SAFE-PLACE PARENTING FOR HURTING TEENS
As much as we try to protect our children from the dangers and influences in the world, many teens still run into trouble. The key to surviving their struggle is universal: become a shelter for your teen. That doesn't mean you should shelter him in the sense of being overprotective. Teens are crying out for a safe place of hope. You can be that place. No matter where you are in your struggle, it is never too late to provide a safe haven for your teen and make a difference.
In doing so, it is important to understand some of the fundamental truths you will encounter as you enter into your teen's world of stress and depression. For each challenge, you can become a "safe-place parent," a parent who creates a home environment and a personal relationship that is emotionally safe and who establishes the essential foundation of resiliency to help a teen overcome depression.
1. Hurting teens live in two worlds: life on the surface and life beneath the surface.
On the surface, an average high-schooler can appear carefree, game for the latest social event, and completely cool in his designer clothes. Yet for the hurting teen, this appearance is often a mask that hides internal pain and fears.
Hurting teens' outward facades don't match their inner reality. On the surface they are bombarded with the challenges of school, pressures to perform, the influence and acceptance of peers, partying, drugs, drinking, sex, and family problems. Yet deep inside they may be struggling with stress, confusion, low self-image, loneliness, turmoil, insecurity, sadness, and despair.
Because they don't always feel safe turning to adults for help, they take matters into their own hands, turning to negative influences for ways of numbing, escaping, soothing, or self-medicating. Alcohol, smoking, cutting, eating disorders, pornography, sexual promiscuity, problems at school, sadness, irritability, and loss of interest in activities are all early indicators that a teen is masking a deeper issue. And they are usually the first signs that your teen may be in trouble.
Safe-place parents look beneath the surface to the heart of their teen.
Studies consistently show that an overwhelming majority of teens have friends and acquaintances that have experienced depression, drug and alcohol exploration, and sexual activity. Yet most often, teens say they wish they could discuss these issues in-depth not just with their friends but with their parents and other adults. Teens are letting out a primal scream of fear, anger, confusion, and hurt. Many have deep needs that are not being met, and your teen may be one of them. They want to be trusted, understood, and loved. They need to feel safe and secure, and they long for a life of meaning and purpose. They want to be listened to and heard, to be appreciated and valued, and to be supported in their efforts. They long for genuine connection and meaningful relationships based on real love.

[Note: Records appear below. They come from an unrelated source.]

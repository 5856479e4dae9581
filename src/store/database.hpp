#pragma once
// Opening the database: WAL journal, foreign keys, a busy timeout, and the numbered migrations of
// schema/ applied in order (PRAGMA user_version records how far).
#include <SQLiteCpp/Database.h>

#include <filesystem>
#include <memory>

namespace plumb::store {

/// Makes `ORDER BY id COLLATE natural_id` sort as every list of plumb does (core/natural_order.hpp). Database does it
/// on open; a connection opened by hand (a backup being verified) calls it before such a query.
void register_natural_collation(SQLite::Database& db);

class Database {
public:
  enum class Open { create, existing };
  /// Opens `path`. With Open::existing a missing file is an InputError (nothing is created).
  Database(const std::filesystem::path& path, Open mode);

  SQLite::Database& sql() { return *db_; }
  [[nodiscard]] int schema_version() const;
  [[nodiscard]] const std::filesystem::path& path() const { return path_; }

private:
  void migrate();
  std::filesystem::path path_;
  std::unique_ptr<SQLite::Database> db_;
};

/// The default database: $PLUMB_DB, else $XDG_DATA_HOME/plumb/plumb.db, else ~/.local/share/plumb/plumb.db.
std::filesystem::path default_database_path();

}  // namespace plumb::store
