#pragma once
// The schema is part of what `audit verify` proves: every table, column, index and trigger of the database against
// what plumb's own migrations create. Someone who drops the append-only triggers, or adds a column, a table or a
// trigger of their own, is named.
#include <SQLiteCpp/Database.h>

#include <vector>

#include "store/audit_trail.hpp"

namespace plumb::store {

/// Applies the compiled-in migrations up to the database's schema version to an empty in-memory database and
/// compares the two: objects (sqlite_schema: type, name, table and SQL) and each table's columns (pragma
/// table_info). Returns one problem per difference and sets `objects` to the number of objects compared.
std::vector<AuditProblem> verify_schema(SQLite::Database& db, std::int64_t& objects);

}  // namespace plumb::store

To begin the process of helping your teen, you must first discover exactly what he is facing. What's really going on beneath the surface?
2. Hurting teens tend to keep secrets, longing to be understood and loved.

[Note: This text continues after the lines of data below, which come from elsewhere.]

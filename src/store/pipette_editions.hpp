#pragma once
// The edition of ISO 8655 each pipette is checked to (migration 015), and the lab's default for pipettes without one
// of their own (migration 020). A change is a new row; the latest is in force; no row at all means 2002.
#include <SQLiteCpp/Database.h>

#include <cstdint>
#include <string>
#include <vector>

#include "store/recorder.hpp"

namespace plumb::store {

struct PipetteEdition {
  std::int64_t id = 0;
  std::string pipette_id;
  std::string edition = "2002";  ///< "2002" | "2022"
  std::string reason;
  std::string created_at, created_by;
};

std::int64_t add_pipette_edition(Recorder& rec, const PipetteEdition& e);
/// Every row of the pipette, oldest first.
std::vector<PipetteEdition> pipette_edition_history(SQLite::Database& db, const std::string& pipette_id);
/// The edition in force: the latest row's, or the lab's default (lab_default_pipette_edition) when there is none.
std::string current_pipette_edition(SQLite::Database& db, const std::string& pipette_id);

/// The lab's default edition (migration 020), for pipettes without one of their own; pipette_id is empty.
std::int64_t add_lab_pipette_edition(Recorder& rec, const PipetteEdition& e);
/// Every row of the lab's default, oldest first.
std::vector<PipetteEdition> lab_pipette_edition_history(SQLite::Database& db);
/// The lab's default in force: the latest row's, or "2002" when there is none.
std::string lab_default_pipette_edition(SQLite::Database& db);

}  // namespace plumb::store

This can apply to everyday events, but especially for teens who experience traumas such as rape, physical abuse, or overwhelming stress. Teens tend to keep hurtful and stressful things to themselves and internalize their pain. They don't yet know what to do with their painful feelings or where to go for help, so they keep these struggles hidden. Teenagers don't always understand the reality of what is happening to them, how to make sense of their strong emotions, or how to communicate their feelings.
Deep down they wish they could just go to their parents or other adults for support, but few actually do. Most think that parents and adults in general are not available to talk to, or if they were they wouldn't really understand-and tragically, their fears about sharing with adults are often justified. Teens who are in desperate trouble truly believe that there is nowhere to turn for help.